Similarly, a striking reduction in the number of electrophysiology procedures was observed during the pandemic waves [91]. Priority was given to those patients at higher risk of fatal events e.g. with complete heart block, generator change for pacemaker-dependent patients and recurrent life-threatening arrhythmias requiring ablation, at the expense of a reduced amount of procedures targeting stable patients [92]. Alongside all these features, all the healthcare workers must attempt to reduce the risk of contracting the infection both from the patient and from other colleagues. For this reason, appropriate personal protective equipment should be regularly worn, including eye protection [17].

2.5. Future direction

2.5.1. Prolonged COVID-19 and cardiovascular sequelae

According to the World Health Organisation (WHO), it is recognised that after the acute phase of infection, some subjects experience persistent symptoms not explained by any other reason; in fact, there is a code in the ICD for this new condition (UO9) [93].

There is consensus that patients who persist with cardiovascular symptoms 12 weeks post-infection may have prolonged COVID without a precise end date. Current studies show that after one year of diagnosis, only 22.9% of patients are symptom-free and that a slow recovery is related to the severity of the disease [94].
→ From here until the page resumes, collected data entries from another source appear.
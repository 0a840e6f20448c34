import { routePermission } from '../../../../shared/schemas/version-lifecycle'
import { submitSchema } from '../../../../shared/schemas/profile'

export default defineEventHandler(async (event) => {
  const { id } = await getValidatedRouterParams(event, zodValidator(idParamSchema))
  const user = await requirePermission(event, routePermission('submit'))
  const input = await readValidatedBody(event, zodValidator(submitSchema))
  return submitVersion(user, id, input)
})
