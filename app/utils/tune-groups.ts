// The order a tuner works through a controller's settings; a schema's extra settings go under "Other".
import type { ParameterName } from '~~/shared/compute/parameters'

export interface ParameterGroup { id: string, title: string, names: readonly ParameterName[] }

export const parameterGroups: readonly ParameterGroup[] = [
  { id: 'drive', title: 'Drive', names: ['powerCapKw', 'torqueCapNm', 'throttleProgression', 'speedLimitKph', 'reverseSpeedLimitKph'] },
  { id: 'regen', title: 'Regenerative braking', names: ['regenTorqueLimitNm', 'liftOffRegenPct', 'brakeRegenPct'] },
  { id: 'creep', title: 'Creep', names: ['creepTorqueNm', 'creepSpeedKph'] },
  { id: 'currents', title: 'Battery currents', names: ['batteryDischargeLimitA', 'batteryChargeLimitA'] },
  { id: 'thermal', title: 'Thermal derating', names: ['motorDerateStartC', 'motorCutoffC', 'inverterDerateStartC', 'inverterCutoffC', 'batteryDerateStartC', 'batteryCutoffC'] }
]
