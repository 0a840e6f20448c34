import { routePermission } from '../../../../shared/schemas/version-lifecycle'
import { roadTestCreateSchema } from '../../../../shared/schemas/road-test'

export default defineEventHandler(async (event) => {
  const { id } = await getValidatedRouterParams(event, zodValidator(idParamSchema))
  const user = await requirePermission(event, routePermission('road-test'))
  const input = await readValidatedBody(event, zodValidator(roadTestCreateSchema))
  const { repeated, ...recorded } = await recordRoadTest(user, id, input)
  setResponseStatus(event, repeated ? 200 : 201)
  return recorded
})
The long-term consequences of COVID-19 are not entirely clear. A previous study demonstrated that 42% of the patients had subtle right ventricular dysfunction after clinical recovery from COVID-19 [95]. Furthermore, a 12-month follow-up demonstrated an increased risk for major cardiovascular outcomes: stroke, arrhythmias, coronary heart disease and thromboembolism (HR: 1.52, 1.84, 1.75, 2.93, respectively) regardless of the prior existence of other risk factors [96].
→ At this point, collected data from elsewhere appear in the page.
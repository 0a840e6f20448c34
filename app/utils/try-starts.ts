// Where "Try settings" may start from: each profile's settings on the car (said as signed off when the car has
// drifted, for the controller may no longer hold them), and each profile's latest version that is not on it
// yet (awaiting its road test, in review, a draft or sent back), so a tester can try what they are about to drive.
import type { ProfileView } from '~~/shared/schemas/profile-views'
import { latestVersion } from './car-waiting'

export interface TryStart { versionId: number, label: string, started: string, onCar: boolean }

const stateWords: Partial<Record<string, string>> = { 'approved': 'awaiting its road test', 'in-review': 'in review', 'draft': 'a draft', 'rejected': 'sent back' }

export function tryStarts(profiles: readonly ProfileView[], drifted: boolean): TryStart[] {
  const onCar = profiles.flatMap((p) => {
    const v = p.versions.find(x => x.id === p.onCarVersionId)
    if (!v) return []
    const name = `${p.name} v${v.versionNo}`
    return [drifted
      ? { versionId: v.id, label: `${name}, as signed off`, started: `${name} as signed off onto the car (the last read-back of the controller differed from it)`, onCar: true }
      : { versionId: v.id, label: `${name}, on the car`, started: `${name}, on the car`, onCar: true }]
  })
  const coming = profiles.flatMap((p) => {
    const v = latestVersion(p.versions)
    const words = v && v.id !== p.onCarVersionId ? stateWords[v.state] : undefined
    return v && words ? [{ versionId: v.id, label: `${p.name} v${v.versionNo}, ${words}`, started: `${p.name} v${v.versionNo}, ${words}`, onCar: false }] : []
  })
  return [...onCar, ...coming]
}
Given the significant number of infected people worldwide (more than 355 million) and based on cardiovascular risk factors prevalence, the potential number of people affected in the long term may be enormous. This highlights that strategies should be designed to monitor long-term cardiovascular outcomes and prepare governments and health systems to cope with increased numbers of patients with cardiovascular disease, increased economic burdens and possibly a change in the life expectancy of the world's population [97,98].
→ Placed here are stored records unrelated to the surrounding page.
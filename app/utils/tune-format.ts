// How the tune sheet shows numbers: a few figures, the unit always beside, kW with hp, km/h with mph on request.
import { kphToMph, kwToHp, STANDARD_GRAVITY } from '~~/shared/compute/units'
import type { WorkshopSettings } from '~~/shared/compute/settings'
import { formatFigure } from '~~/shared/utils/figure-digits'

export type UnitPreference = WorkshopSettings['units']

export const defaultUnits: UnitPreference = { power: 'kW+hp', speed: 'km/h' }

export { formatFigure }

export function powerText(kw: number | null | undefined, units: UnitPreference = defaultUnits): string {
  if (kw === null || kw === undefined || !Number.isFinite(kw)) return '—'
  const main = `${formatFigure(kw, kw < 10 ? 1 : 0)} kW`
  return units.power === 'kW+hp' ? `${main} (${formatFigure(kwToHp(kw), 0)} hp)` : main
}

export function speedText(kph: number | null | undefined, units: UnitPreference = defaultUnits): string {
  if (kph === null || kph === undefined || !Number.isFinite(kph)) return '—'
  const main = `${formatFigure(kph, 0)} km/h`
  return units.speed === 'mph' ? `${main} (${formatFigure(kphToMph(kph), 0)} mph)` : main
}

// Deceleration in m/s² and in g (standard gravity, 3rd CGPM 1901), as drivers and engineers both read it.
export function decelText(ms2: number | null | undefined): string {
  if (ms2 === null || ms2 === undefined || !Number.isFinite(ms2)) return '—'
  // No-break spaces: a narrow column breaks between the two figures, never inside one.
  return `${formatFigure(ms2, 2)}\u00a0m/s² (${formatFigure(ms2 / STANDARD_GRAVITY, 2)}\u00a0g)`
}

// The other unit beside a parameter's own, when the workshop wants it: hp beside kW, mph beside km/h.
export function secondUnit(value: unknown, unit: string | undefined, units: UnitPreference = defaultUnits): string | null {
  if (typeof value !== 'number' || !Number.isFinite(value)) return null
  if (unit === 'kW' && units.power === 'kW+hp') return `${formatFigure(kwToHp(value), 0)} hp`
  if (unit === 'km/h' && units.speed === 'mph') return `${formatFigure(kphToMph(value), 1)} mph`
  return null
}

export { hoursText } from '~~/shared/utils/dates'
2.5.2. Towards new health systems

The damage to the health systems caused by COVID-19 has been major. Pandemics such as the coronavirus are unlikely to be the last we will face.

During the pandemic, unnecessary or excessive patient follow-up was identified [75] and also, for the first time, visits to emergency departments for non-urgent (non-relevant) conditions reached their lowest level [99], allowing a unique window of opportunity for systematic changes focused on adopting lower-cost strategies with greater reach [100].

For the most part, funding for health systems has been insufficient and keeps them in a perpetual state of vulnerability to future challenges. Although many countries have subsidised COVID-19 testing and treatment, better strategies must be implemented to ensure that people do not fall into poverty due to high out-of-pocket health expenditures [100]. The resilience of a health system lies mainly in ensuring health workers' physical, mental and economic protection [101].

Incorporating technology into the health system with regularity strengthens the healthcare environment, improves major health outcomes, and takes healthcare to another level: precision medicine [102]. The future involves hybrid environments capable of offering e-health under a more holistic concept: telemedicine and remote liaison with patients, continuous remote monitoring through wearables, adding artificial intelligence to routine decision making [103,69] as well as predicting major cardiovascular events with simple tools such as the electrocardiogram or biomarkers as old as the human voice itself (Fig. 2 ) [104].

Fig. 2.

Fig 2

Healthcare systems adaptations throughout the pandemic and future directions.

Declaration of Competing Interest

The authors declare that they have no known competing financial interests or personal relationships that could have appeared to influence the work reported in this paper.